- **Stored data**
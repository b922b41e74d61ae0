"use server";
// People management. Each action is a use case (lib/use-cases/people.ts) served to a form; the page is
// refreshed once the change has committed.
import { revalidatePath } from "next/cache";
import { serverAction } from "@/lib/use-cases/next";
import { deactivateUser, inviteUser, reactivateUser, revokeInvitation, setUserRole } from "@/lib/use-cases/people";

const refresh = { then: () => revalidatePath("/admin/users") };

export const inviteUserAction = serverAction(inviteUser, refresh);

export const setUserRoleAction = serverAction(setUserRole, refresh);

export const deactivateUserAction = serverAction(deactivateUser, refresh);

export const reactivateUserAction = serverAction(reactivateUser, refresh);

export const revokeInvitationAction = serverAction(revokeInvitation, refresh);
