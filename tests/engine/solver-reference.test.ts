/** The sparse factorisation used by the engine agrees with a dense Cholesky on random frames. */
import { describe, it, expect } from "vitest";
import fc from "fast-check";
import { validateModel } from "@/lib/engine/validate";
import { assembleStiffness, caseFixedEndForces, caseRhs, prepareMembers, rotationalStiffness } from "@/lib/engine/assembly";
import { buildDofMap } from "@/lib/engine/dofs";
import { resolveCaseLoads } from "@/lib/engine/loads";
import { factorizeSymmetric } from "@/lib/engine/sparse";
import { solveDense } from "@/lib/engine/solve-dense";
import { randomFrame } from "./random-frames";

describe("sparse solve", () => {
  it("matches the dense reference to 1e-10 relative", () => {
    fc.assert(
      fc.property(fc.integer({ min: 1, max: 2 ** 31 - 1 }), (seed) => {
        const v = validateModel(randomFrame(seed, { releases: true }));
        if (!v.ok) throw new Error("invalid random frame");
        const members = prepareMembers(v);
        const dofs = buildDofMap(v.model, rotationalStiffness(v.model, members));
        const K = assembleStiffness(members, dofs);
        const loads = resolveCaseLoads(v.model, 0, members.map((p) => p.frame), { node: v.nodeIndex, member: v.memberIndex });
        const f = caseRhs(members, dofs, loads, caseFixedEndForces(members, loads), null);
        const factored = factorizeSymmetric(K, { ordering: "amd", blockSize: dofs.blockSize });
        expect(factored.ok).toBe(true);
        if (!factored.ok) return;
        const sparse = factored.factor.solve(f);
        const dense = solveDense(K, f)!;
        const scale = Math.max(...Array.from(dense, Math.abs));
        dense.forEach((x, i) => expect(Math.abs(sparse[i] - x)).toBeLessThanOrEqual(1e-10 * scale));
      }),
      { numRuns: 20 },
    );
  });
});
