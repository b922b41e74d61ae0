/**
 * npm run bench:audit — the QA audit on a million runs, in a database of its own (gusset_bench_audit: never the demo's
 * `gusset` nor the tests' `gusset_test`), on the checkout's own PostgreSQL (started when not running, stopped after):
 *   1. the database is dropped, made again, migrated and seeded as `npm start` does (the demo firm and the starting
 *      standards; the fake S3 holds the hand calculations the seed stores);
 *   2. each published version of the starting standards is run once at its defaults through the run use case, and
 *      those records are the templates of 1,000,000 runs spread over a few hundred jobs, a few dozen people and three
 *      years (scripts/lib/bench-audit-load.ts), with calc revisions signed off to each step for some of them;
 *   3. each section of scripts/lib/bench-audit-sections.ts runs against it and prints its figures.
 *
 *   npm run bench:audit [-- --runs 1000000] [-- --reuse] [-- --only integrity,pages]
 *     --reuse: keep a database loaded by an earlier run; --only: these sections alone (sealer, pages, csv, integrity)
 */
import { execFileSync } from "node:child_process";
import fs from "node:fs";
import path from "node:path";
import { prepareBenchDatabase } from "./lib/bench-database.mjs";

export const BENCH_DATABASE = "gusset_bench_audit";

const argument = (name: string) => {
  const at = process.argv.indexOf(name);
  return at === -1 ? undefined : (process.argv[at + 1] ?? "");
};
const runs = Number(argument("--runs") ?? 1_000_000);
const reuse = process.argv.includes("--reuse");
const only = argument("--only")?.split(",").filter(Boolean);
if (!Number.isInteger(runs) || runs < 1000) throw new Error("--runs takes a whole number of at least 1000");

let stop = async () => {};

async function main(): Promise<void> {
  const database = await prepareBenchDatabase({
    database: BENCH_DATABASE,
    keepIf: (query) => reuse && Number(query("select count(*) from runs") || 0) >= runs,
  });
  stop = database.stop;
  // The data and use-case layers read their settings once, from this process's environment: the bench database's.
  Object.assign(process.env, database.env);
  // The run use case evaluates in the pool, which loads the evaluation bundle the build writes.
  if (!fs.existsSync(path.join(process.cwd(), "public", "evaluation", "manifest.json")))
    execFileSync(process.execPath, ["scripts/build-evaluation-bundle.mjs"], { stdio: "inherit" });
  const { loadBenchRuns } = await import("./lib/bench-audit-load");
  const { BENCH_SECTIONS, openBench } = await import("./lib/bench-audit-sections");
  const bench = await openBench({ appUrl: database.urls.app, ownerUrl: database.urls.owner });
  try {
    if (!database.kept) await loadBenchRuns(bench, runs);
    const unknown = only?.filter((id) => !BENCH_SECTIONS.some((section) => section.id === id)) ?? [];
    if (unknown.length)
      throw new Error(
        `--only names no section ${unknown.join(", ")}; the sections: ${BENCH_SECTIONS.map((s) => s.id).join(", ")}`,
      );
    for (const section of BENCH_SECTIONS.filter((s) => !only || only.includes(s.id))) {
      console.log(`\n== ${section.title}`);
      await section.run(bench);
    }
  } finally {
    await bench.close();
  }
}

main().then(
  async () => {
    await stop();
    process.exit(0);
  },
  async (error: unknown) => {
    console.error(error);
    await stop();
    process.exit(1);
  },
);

- **WORK REQUEST**
Could you transcribe the entries exactly, from the first line through the line containing "reactivateUser, revokeInvitation, setUserRole", and give nothing more?

- **RESULT OF THIS EXERCISE**
repository b922b41e74d61ae0
"use server";
// People management. Each action is a use case (lib/use-cases/people.ts) served to a form; the page is
// refreshed once the change has committed.
import { revalidatePath } from "next/cache";
import { serverAction } from "@/lib/use-cases/next";
import { deactivateUser, inviteUser, reactivateUser, revokeInvitation, setUserRole } from "@/lib/use-cases/people";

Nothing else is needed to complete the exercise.